= TASK GOAL =
From the records below, pull each line that has "starts".

....................

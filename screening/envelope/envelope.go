package envelope

import (
	"errors"
	"fmt"
	"math"
	"slices"

	"github.com/trussfleet/trussfleet/screening/traffic"
)

// Direction is the way a train runs over the bridge.
type Direction int8

const (
	// LeftToRight: the train enters at x[0], front first.
	LeftToRight Direction = iota
	// RightToLeft: the train enters at x[last], front first.
	RightToLeft
)

func (d Direction) String() string {
	if d == RightToLeft {
		return "right-to-left"
	}
	return "left-to-right"
}

// MarshalText writes the direction as "left-to-right" or "right-to-left".
func (d Direction) MarshalText() ([]byte, error) { return []byte(d.String()), nil }

// Placement says where a train stands when it causes an extreme.
type Placement struct {
	// Loaded is false when the extreme is zero with no train on the bridge; the other fields
	// are then zero.
	Loaded    bool
	Direction Direction
	// HeadM is the position of the train's front, in the coordinates of x (it may lie beyond
	// the bridge when the train is partly on it).
	HeadM float64
	// Count is the number of vehicles in the consist's last group, which matters for a
	// variable consist; 0 for a train without vehicles.
	Count int
	// LengthM is the consist's length over buffers, or for a uniform load of variable length
	// the length of the loaded train (+Inf for one of unlimited length).
	LengthM float64
	// LoadedFromM and LoadedToM bound the stretch of the bridge under the train's loads.
	LoadedFromM, LoadedToM float64
	// TrailingM is the length of a distributed part cut at the unfavourable length (Cooper's
	// trailing load), from its start; 0 when it is cut at zero or the train has none.
	TrailingM float64
}

// Extreme is one extreme member force (kN, tension positive) and where the train stands.
type Extreme struct {
	Value float64
	// Train names the train that causes it.
	Train string
	Placement
}

// Extremes are a member's largest tension (Max >= 0) and largest compression (Min <= 0).
type Extremes struct {
	Max, Min Extreme
}

// Options scale the train's effect. The zero value applies the full train load and no
// dynamic allowance.
type Options struct {
	// Share is the fraction of the track's load that the truss carries (0.5 for one track
	// centred between two trusses, common practice); 0 means 1.
	Share float64
	// Dynamic is the dynamic allowance; its factor is taken at the span x[last] - x[0] unless
	// it sets its own determinant length.
	Dynamic traffic.Dynamic
}

// Factor is the multiplier Options apply to the static effect of the full train load.
func (o Options) Factor(spanM float64) float64 {
	share := o.Share
	if share == 0 {
		share = 1
	}
	return share * o.Dynamic.Factor(spanM)
}

// Calculator sweeps trains over influence lines, keeping its scratch space between calls so
// that a screening run allocates little. A Calculator is not safe for concurrent use; give
// each goroutine its own. The zero value is ready to use.
//
// Nothing but storage carries from one call of Envelope to the next: reset starts each call.
// Within a call, each field is valid in these phases:
//   - m, maxV, minV, maxAt, minAt and runs, from reset to the end of the call: maxV[i] and
//     minV[i] are member i's largest and smallest force found so far (0, the empty bridge,
//     before any), maxAt[i] and minAt[i] where (run -1 for none), and runs the sweeps made, in
//     order, that a found's run indexes.
//   - streams, curved, items and state, for a train (not a uniform load), from the start of
//     train to the end of the call: the streams the train needs, whether it has distributed
//     parts (curved streams), its items at the largest count swept, and per stream the
//     members' value, slope and curvature at the last event a sweep applied (t, in
//     sweepLinear only, where each member was last brought up to date).
//   - events, from buildEvents through the sweeps of the direction whose grid it was built
//     for: every position where an item reaches a vertex, in order. order and eventsTmp are
//     buildEvents' own scratch.
//   - ck, only while ck.ok: the state a sweep saved for the next, larger count of the same
//     direction; it is cleared when a direction starts and when the next sweep starts.
//   - snapV and snapAt, inside mirrorSweeps only: the left-to-right extremes it reads while
//     merging in the mirrored ones.
type Calculator struct {
	m       int
	streams []stream
	state   []sweepState
	maxV    []float64
	minV    []float64
	maxAt   []found
	minAt   []found
	items   []item
	events  []event
	// scratch for building events: the items by offset, the other half of the merge
	order     []int32
	eventsTmp []event
	curved    bool
	runs      []runInfo
	ck        checkpoint
	// the extremes of the left-to-right sweeps, read while the mirrored ones are merged in
	snapV  []float64
	snapAt []found
	// a rake's sweep by windows (windows.go): each member's best windows, the phases, and the
	// vehicles' forces at one phase
	wMax, wMin     []windowBest
	wPhases, wVals []float64
}

// plainSweeps turns off the sweeps' shortcuts, for the tests that compare each shortcut with
// the plain sweeps it stands for. Envelope takes every shortcut (the zero value).
type plainSweeps struct {
	// fullSweeps sweeps every count of a variable consist from the beginning instead of
	// resuming where the previous count left off.
	fullSweeps bool
	// bothSweeps sweeps right to left also over a truss that is its own mirror image instead
	// of taking those extremes from the mirror members' left-to-right sweeps.
	bothSweeps bool
	// allCounts sweeps every count of a variable consist from its min to its max instead of
	// only those that show the bridge different loadings (Load.counts).
	allCounts bool
	// denseCurved sweeps a train with distributed parts event by event over every member
	// instead of at each member's own kinks (sweepSparse).
	denseCurved bool
	// countSweeps sweeps a rake of identical vehicles count by count instead of by windows
	// of an endless train (windows.go).
	countSweeps bool
}

// MaxEvents bounds the positions one sweep visits: the train's axles and part ends, at the
// largest count of its last group that is swept, times the vertices of the influence lines.
// It keeps every index of a sweep within 32 bits and its scratch space within about 512 MB
// (two lists of 16-byte events). Trains read from input stay far below it (the limits of
// screening/traffic: 2,000 axles; a long truss has a few hundred vertices).
const MaxEvents = 1 << 24

// ErrTooLarge is returned (wrapped, with the train and the counts) for a train that cannot
// be swept within MaxEvents.
var ErrTooLarge = errors.New("train too large to sweep")

type runInfo struct {
	dir int
	cnt count
}

// Envelope computes every member's extremes under the train ld over the lines l, exactly,
// with values scaled by opt.Factor. It appends to out[:0] (pass the previous result to reuse
// its storage) and returns it, one entry per line in the order given to NewLines.
//
// Axle trains and their distributed parts are swept in both directions: each member's force
// is linear (quadratic with distributed parts) in the train's position between the positions
// where an axle or a part's end passes a panel point or a bearing, so the extremes are among
// those positions and the stationary points between them. One sweep serves all members.
// A variable consist is swept at every count that shows the bridge a different loading (see
// Load); a uniform load of variable length is placed over the best feasible interval.
//
// A train that would need more than MaxEvents positions per sweep is refused with an error
// wrapping ErrTooLarge; nothing is computed for it.
func (c *Calculator) Envelope(l *Lines, ld *Load, opt Options, out []Extremes) ([]Extremes, error) {
	return c.envelope(l, ld, opt, out, plainSweeps{})
}

// envelope is Envelope without the shortcuts that plain turns off.
func (c *Calculator) envelope(l *Lines, ld *Load, opt Options, out []Extremes, plain plainSweeps) ([]Extremes, error) {
	c.reset(l.m)
	if ld.uniform != nil {
		out = c.uniform(l, ld, out)
	} else {
		if err := ld.fits(l, plain); err != nil {
			return out[:0], err
		}
		if !plain.countSweeps && ld.rakeWindows(l) {
			out = c.windows(l, ld, out)
		} else {
			out = c.train(l, ld, out, plain)
		}
	}
	f := opt.Factor(l.SpanM())
	for i := range out {
		for _, e := range []*Extreme{&out[i].Max, &out[i].Min} {
			e.Value *= f
			e.Train = ld.name
		}
	}
	return out, nil
}

// fits refuses a train whose sweeps over l would exceed MaxEvents. The count is taken in
// floating point, which cannot overflow. Only the grids swept count: a truss that is its own
// mirror image is swept left to right alone (mirrorSweeps), and its mirror image's refined
// grid is never built.
func (ld *Load) fits(l *Lines, plain plainSweeps) error {
	n := ld.lastSwept(l.SpanM(), plain.allCounts)
	items := float64(len(ld.fixed)) + float64(n)*float64(len(ld.unit))
	gr := l.plainGrid(0)
	if ld.hasUnfav || ld.hasCut {
		gr = l.refinedGrid(0)
		if l.mirror == nil || plain.bothSweeps {
			if r := l.refinedGrid(1); len(r.x) > len(gr.x) {
				gr = r
			}
		}
	}
	vertices := len(gr.x)
	if events := items * float64(vertices); events > MaxEvents {
		return fmt.Errorf("train %q: sweeping %d vehicles in its last group (of %d to %d) over %d positions of the influence lines takes %.0f positions per sweep, more than the limit of %d: %w",
			ld.name, n, ld.nMin, ld.nMax, vertices, events, MaxEvents, ErrTooLarge)
	}
	return nil
}

func (c *Calculator) reset(m int) {
	c.m = m
	c.maxV = resize(c.maxV, m)
	c.minV = resize(c.minV, m)
	c.maxAt = slices.Grow(c.maxAt[:0], m)[:m]
	c.minAt = slices.Grow(c.minAt[:0], m)[:m]
	for i := range m {
		c.maxAt[i] = found{run: -1}
		c.minAt[i] = found{run: -1}
	}
	c.runs = c.runs[:0]
}

func resize(s []float64, n int) []float64 {
	s = slices.Grow(s[:0], n)[:n]
	clear(s)
	return s
}

func (c *Calculator) train(l *Lines, ld *Load, out []Extremes, plain plainSweeps) []Extremes {
	counts := ld.counts(l.SpanM(), plain.allCounts)
	nItems := 0
	for _, k := range counts {
		nItems = max(nItems, k.sweep)
	}
	c.items = ld.items(nItems, c.items)
	c.streams = streamsFor(ld)
	c.curved = len(ld.train.Parts) > 0
	for len(c.state) < len(c.streams) {
		c.state = append(c.state, sweepState{})
	}
	for si := range c.streams {
		st := &c.state[si]
		st.v, st.g, st.c = resize(st.v, c.m), resize(st.g, c.m), resize(st.c, c.m)
		st.t = resize(st.t, c.m)
	}
	refined := ld.hasUnfav || ld.hasCut
	var prev *grid
	for d := range 2 {
		if d == 1 && l.mirror != nil && !plain.bothSweeps {
			c.mirrorSweeps(l.mirror)
			break
		}
		gr := l.plainGrid(d)
		if refined {
			gr = l.refinedGrid(d)
		}
		if prev == nil || !slices.Equal(prev.x, gr.x) {
			c.buildEvents(gr, c.items)
		}
		prev = gr
		c.ck.ok = false // a new direction starts from the beginning
		for _, k := range counts {
			if plain.fullSweeps {
				c.ck.ok = false // no resuming: every count from the beginning
			}
			c.runs = append(c.runs, runInfo{dir: d, cnt: k})
			c.sweep(gr, ld, k.sweep, int32(len(c.runs)-1), plain.denseCurved)
		}
	}
	out = slices.Grow(out[:0], c.m)[:c.m]
	for i := range c.m {
		out[i] = Extremes{
			Max: c.extreme(l, ld, i, c.maxV[i], c.maxAt[i], true),
			Min: c.extreme(l, ld, i, c.minV[i], c.minAt[i], false),
		}
	}
	return out
}

// mirrorSweeps stands in for the right-to-left sweeps over a truss that is its own mirror
// image: a train running right to left does to member i what it does running left to right
// to member mirror[i], so the left-to-right sweeps just made hold the right-to-left extremes
// too. Each run gets its right-to-left twin, and a mirror member's extreme replaces a
// member's own where it is larger by more than the tolerance the mirror was found with (a
// tie, as for a symmetric train, keeps left to right, as a sweep does).
func (c *Calculator) mirrorSweeps(mirror []int32) {
	n := len(c.runs)
	for _, r := range c.runs[:n] {
		c.runs = append(c.runs, runInfo{dir: 1, cnt: r.cnt})
	}
	for _, sense := range []struct {
		v  []float64
		at []found
		s  float64
	}{{c.maxV, c.maxAt, 1}, {c.minV, c.minAt, -1}} {
		c.snapV = append(c.snapV[:0], sense.v...)
		c.snapAt = append(c.snapAt[:0], sense.at...)
		for i, j := range mirror {
			mv, own := c.snapV[j], sense.v[i]
			if c.snapAt[j].run < 0 || sense.s*(mv-own) <= mirrorTol*max(math.Abs(mv), math.Abs(own)) {
				continue
			}
			f := c.snapAt[j]
			f.run += int32(n)
			f.via = j + 1
			sense.v[i], sense.at[i] = mv, f
		}
	}
}

// extreme turns a recorded candidate into a result with its placement in the truss's own
// coordinates.
func (c *Calculator) extreme(l *Lines, ld *Load, i int, v float64, f found, isMax bool) Extreme {
	if f.run < 0 || math.Abs(v) < 1e-9 {
		return Extreme{}
	}
	r := c.runs[f.run]
	// The sweep that found it: its direction's grid and the member it followed there (for a
	// mirrored extreme, the mirror member, left to right).
	sd := r.dir
	if f.via > 0 {
		sd, i = 0, int(f.via-1)
	}
	refined := ld.hasUnfav || ld.hasCut
	gr := l.plainGrid(sd)
	if refined {
		gr = l.refinedGrid(sd)
	}
	span := l.SpanM()
	h := f.s + offJump(f.side, f.room, span)
	if r.cnt.report > r.cnt.sweep && h-l.x0 >= ld.r0+float64(r.cnt.sweep-1)*ld.unitLen {
		h += float64(r.cnt.report-r.cnt.sweep) * ld.unitLen
	}
	p := Placement{Loaded: true, Direction: Direction(r.dir), Count: r.cnt.report, LengthM: ld.lengthM(r.cnt.report)}
	lo, hi := h-p.LengthM, h // loaded stretch, grid coordinates
	if p.LengthM == 0 {
		lo, hi = math.Inf(1), math.Inf(-1)
	}
	sign := 1.0
	if !isMax {
		sign = -1
	}
	for _, part := range ld.train.Parts {
		a, b := h-part.ToM, h-part.FromM
		switch part.Mode {
		case traffic.WhereUnfavourable:
			a, b = signExtent(gr, i, c.m, sign, a, b)
		case traffic.CutUnfavourable:
			b = h - part.FromM
			a = b
			if c.streams[f.stream].cut && b > l.x0 {
				k, found := slices.BinarySearch(gr.x, b)
				if !found {
					k--
				}
				k = min(k, len(gr.x)-1)
				arg := gr.argMin[k*c.m+i]
				if !isMax {
					arg = gr.argMax[k*c.m+i]
				}
				a = l.x0
				if arg >= 0 {
					a = gr.x[arg]
				}
				p.TrailingM = b - a
			}
		}
		if a < b {
			lo, hi = min(lo, a), max(hi, b)
		}
	}
	p.LoadedFromM, p.LoadedToM = max(lo, l.x0), min(hi, l.xl)
	p.HeadM = h
	l.inTruss(&p, r.dir)
	return Extreme{Value: v, Placement: p}
}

....................

= SOLUTION TO THIS TASK =
// Nothing but storage carries from one call of Envelope to the next: reset starts each call.
//     direction; it is cleared when a direction starts and when the next sweep starts.
		c.ck.ok = false // a new direction starts from the beginning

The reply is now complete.